- _Provided entries_
##############################

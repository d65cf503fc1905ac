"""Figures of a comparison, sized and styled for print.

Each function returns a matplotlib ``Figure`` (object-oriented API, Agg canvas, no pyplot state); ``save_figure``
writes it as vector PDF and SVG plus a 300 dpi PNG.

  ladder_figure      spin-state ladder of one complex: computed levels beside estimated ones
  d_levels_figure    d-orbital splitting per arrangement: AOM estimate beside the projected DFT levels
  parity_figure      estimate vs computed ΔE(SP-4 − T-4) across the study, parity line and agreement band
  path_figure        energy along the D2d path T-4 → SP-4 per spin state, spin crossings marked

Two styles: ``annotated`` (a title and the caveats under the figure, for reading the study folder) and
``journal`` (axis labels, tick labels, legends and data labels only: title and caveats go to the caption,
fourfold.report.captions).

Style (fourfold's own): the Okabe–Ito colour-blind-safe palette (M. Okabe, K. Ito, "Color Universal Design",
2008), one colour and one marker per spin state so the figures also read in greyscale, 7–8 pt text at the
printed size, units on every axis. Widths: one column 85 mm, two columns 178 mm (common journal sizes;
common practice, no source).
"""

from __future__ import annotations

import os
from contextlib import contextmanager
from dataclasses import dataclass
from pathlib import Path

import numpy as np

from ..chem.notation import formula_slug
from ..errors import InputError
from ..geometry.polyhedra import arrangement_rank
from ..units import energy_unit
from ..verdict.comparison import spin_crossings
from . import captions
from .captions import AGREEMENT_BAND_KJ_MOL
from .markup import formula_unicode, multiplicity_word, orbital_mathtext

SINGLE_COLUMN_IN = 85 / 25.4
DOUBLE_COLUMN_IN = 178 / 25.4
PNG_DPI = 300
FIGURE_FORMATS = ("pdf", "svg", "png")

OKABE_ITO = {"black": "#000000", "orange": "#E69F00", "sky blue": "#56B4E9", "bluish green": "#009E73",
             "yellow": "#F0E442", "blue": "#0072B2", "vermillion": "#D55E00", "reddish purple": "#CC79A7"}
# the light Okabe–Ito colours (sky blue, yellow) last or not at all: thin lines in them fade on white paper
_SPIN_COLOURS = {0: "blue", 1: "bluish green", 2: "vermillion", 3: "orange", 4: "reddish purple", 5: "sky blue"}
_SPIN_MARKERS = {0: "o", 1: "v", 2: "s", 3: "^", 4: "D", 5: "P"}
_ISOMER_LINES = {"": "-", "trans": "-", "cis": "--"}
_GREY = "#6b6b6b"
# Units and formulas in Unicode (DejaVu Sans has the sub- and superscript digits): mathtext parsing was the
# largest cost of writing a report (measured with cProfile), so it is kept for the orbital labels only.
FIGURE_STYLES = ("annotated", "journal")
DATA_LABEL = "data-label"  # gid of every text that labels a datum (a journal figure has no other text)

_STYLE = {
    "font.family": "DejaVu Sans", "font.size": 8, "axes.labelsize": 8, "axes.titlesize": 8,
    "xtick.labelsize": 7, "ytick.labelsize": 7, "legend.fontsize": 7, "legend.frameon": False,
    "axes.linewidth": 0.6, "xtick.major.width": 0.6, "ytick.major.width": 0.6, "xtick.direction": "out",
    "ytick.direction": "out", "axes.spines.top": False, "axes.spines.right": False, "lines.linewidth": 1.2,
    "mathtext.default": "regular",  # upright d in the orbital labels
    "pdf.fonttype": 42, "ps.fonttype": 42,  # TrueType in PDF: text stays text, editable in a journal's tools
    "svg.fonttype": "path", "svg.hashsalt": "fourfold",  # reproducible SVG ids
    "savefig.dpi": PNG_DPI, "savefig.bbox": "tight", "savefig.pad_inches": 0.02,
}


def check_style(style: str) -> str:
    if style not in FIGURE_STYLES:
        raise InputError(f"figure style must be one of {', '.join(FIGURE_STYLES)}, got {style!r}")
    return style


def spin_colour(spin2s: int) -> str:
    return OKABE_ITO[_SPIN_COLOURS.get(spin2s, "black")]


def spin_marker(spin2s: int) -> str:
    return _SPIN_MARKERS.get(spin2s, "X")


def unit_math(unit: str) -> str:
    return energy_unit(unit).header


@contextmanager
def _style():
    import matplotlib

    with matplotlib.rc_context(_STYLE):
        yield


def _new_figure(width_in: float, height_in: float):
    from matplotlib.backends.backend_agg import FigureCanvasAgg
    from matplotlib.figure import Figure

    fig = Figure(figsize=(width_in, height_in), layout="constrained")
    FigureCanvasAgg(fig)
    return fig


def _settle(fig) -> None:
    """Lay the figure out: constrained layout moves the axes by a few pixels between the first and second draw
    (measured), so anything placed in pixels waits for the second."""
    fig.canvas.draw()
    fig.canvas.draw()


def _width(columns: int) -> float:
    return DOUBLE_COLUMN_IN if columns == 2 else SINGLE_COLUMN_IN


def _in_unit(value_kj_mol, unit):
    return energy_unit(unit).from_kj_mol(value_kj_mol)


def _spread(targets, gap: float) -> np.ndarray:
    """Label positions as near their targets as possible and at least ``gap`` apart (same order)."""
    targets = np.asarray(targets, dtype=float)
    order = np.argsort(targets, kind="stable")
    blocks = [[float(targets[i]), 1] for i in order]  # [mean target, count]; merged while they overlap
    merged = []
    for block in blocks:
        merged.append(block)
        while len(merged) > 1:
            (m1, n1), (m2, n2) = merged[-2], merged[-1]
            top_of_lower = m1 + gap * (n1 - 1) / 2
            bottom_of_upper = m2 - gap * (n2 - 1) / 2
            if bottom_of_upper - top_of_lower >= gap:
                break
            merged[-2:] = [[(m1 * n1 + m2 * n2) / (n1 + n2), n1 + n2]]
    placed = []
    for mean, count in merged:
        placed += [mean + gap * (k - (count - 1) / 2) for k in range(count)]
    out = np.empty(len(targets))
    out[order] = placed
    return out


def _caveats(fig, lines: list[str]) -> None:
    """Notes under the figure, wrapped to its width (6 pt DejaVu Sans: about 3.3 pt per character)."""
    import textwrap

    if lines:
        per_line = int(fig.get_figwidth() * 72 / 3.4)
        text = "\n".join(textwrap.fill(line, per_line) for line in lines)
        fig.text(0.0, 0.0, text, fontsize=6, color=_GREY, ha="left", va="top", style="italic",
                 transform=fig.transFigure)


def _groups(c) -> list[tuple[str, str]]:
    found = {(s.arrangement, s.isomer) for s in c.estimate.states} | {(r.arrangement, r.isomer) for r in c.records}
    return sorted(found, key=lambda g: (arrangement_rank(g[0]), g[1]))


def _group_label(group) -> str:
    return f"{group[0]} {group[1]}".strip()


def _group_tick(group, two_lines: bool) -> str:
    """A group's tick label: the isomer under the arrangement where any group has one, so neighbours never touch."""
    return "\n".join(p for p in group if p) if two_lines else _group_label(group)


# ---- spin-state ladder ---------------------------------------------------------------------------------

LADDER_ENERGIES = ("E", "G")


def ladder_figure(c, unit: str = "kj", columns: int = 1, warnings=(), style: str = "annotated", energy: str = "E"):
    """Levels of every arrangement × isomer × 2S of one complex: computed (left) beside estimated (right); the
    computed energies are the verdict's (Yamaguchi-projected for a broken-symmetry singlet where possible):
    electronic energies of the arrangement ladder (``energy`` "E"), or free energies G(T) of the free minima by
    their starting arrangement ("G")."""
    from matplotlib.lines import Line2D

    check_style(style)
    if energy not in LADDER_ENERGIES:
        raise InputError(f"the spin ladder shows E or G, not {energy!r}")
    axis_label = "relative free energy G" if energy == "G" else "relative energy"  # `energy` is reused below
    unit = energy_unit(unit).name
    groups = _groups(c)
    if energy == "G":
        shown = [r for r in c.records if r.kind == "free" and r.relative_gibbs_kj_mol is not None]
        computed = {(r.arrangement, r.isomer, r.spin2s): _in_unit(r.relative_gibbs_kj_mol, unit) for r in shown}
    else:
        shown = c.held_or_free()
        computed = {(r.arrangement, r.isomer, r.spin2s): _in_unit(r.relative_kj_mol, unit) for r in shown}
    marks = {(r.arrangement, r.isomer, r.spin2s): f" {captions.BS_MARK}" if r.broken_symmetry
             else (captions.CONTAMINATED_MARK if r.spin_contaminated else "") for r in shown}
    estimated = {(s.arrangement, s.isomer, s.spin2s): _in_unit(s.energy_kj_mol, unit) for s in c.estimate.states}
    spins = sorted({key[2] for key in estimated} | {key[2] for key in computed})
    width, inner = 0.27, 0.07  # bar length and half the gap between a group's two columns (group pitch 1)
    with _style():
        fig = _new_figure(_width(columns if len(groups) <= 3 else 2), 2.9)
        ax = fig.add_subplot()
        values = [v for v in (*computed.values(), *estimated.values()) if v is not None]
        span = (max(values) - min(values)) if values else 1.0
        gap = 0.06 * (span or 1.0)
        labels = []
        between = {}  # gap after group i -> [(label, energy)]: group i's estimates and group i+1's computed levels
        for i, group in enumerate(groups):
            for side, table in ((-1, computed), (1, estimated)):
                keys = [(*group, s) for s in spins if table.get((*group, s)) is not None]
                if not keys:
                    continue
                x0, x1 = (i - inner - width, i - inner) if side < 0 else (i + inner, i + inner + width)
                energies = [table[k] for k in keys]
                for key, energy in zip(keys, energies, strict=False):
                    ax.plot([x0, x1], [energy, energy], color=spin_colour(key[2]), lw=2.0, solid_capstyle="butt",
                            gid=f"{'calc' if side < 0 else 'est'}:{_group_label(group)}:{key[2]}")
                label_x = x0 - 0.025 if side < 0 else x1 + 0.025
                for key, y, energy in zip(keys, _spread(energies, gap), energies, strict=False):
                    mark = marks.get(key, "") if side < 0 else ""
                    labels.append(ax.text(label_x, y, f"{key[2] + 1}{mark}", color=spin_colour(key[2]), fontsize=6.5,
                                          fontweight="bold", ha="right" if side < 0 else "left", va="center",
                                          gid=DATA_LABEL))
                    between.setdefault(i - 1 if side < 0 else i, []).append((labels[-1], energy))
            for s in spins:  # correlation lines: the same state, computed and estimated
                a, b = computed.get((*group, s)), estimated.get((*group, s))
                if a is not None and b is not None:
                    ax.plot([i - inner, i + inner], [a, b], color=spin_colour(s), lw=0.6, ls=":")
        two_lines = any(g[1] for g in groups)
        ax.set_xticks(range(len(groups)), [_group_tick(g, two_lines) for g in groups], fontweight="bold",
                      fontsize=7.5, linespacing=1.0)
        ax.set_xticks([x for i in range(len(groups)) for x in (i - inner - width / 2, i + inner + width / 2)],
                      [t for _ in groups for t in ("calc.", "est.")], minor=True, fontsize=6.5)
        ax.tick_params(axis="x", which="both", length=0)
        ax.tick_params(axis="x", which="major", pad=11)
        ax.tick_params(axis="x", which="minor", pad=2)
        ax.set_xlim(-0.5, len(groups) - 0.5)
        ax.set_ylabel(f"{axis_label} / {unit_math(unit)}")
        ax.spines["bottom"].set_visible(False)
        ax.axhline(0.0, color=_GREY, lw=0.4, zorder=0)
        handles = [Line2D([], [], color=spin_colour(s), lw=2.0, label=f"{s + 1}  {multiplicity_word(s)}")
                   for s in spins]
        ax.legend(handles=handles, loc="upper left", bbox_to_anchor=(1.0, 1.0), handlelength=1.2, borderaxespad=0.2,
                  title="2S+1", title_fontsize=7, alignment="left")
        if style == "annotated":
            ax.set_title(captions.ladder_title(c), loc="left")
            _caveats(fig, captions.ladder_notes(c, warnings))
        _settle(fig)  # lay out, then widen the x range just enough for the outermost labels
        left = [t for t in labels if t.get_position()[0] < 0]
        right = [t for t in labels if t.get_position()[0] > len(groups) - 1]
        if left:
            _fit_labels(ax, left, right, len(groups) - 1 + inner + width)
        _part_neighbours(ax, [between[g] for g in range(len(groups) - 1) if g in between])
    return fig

##############################

- _Exercise aim_
An exact copy of the lines above, from the one containing "while len(merged) >" through the one containing "def _caveats(fig, lines: list[str])", is the whole of the answer.

- _Solution_
        while len(merged) > 1:
            (m1, n1), (m2, n2) = merged[-2], merged[-1]
            top_of_lower = m1 + gap * (n1 - 1) / 2
            bottom_of_upper = m2 - gap * (n2 - 1) / 2
            if bottom_of_upper - top_of_lower >= gap:
                break
            merged[-2:] = [[(m1 * n1 + m2 * n2) / (n1 + n2), n1 + n2]]
    placed = []
    for mean, count in merged:
        placed += [mean + gap * (k - (count - 1) / 2) for k in range(count)]
    out = np.empty(len(targets))
    out[order] = placed
    return out


def _caveats(fig, lines: list[str]) -> None:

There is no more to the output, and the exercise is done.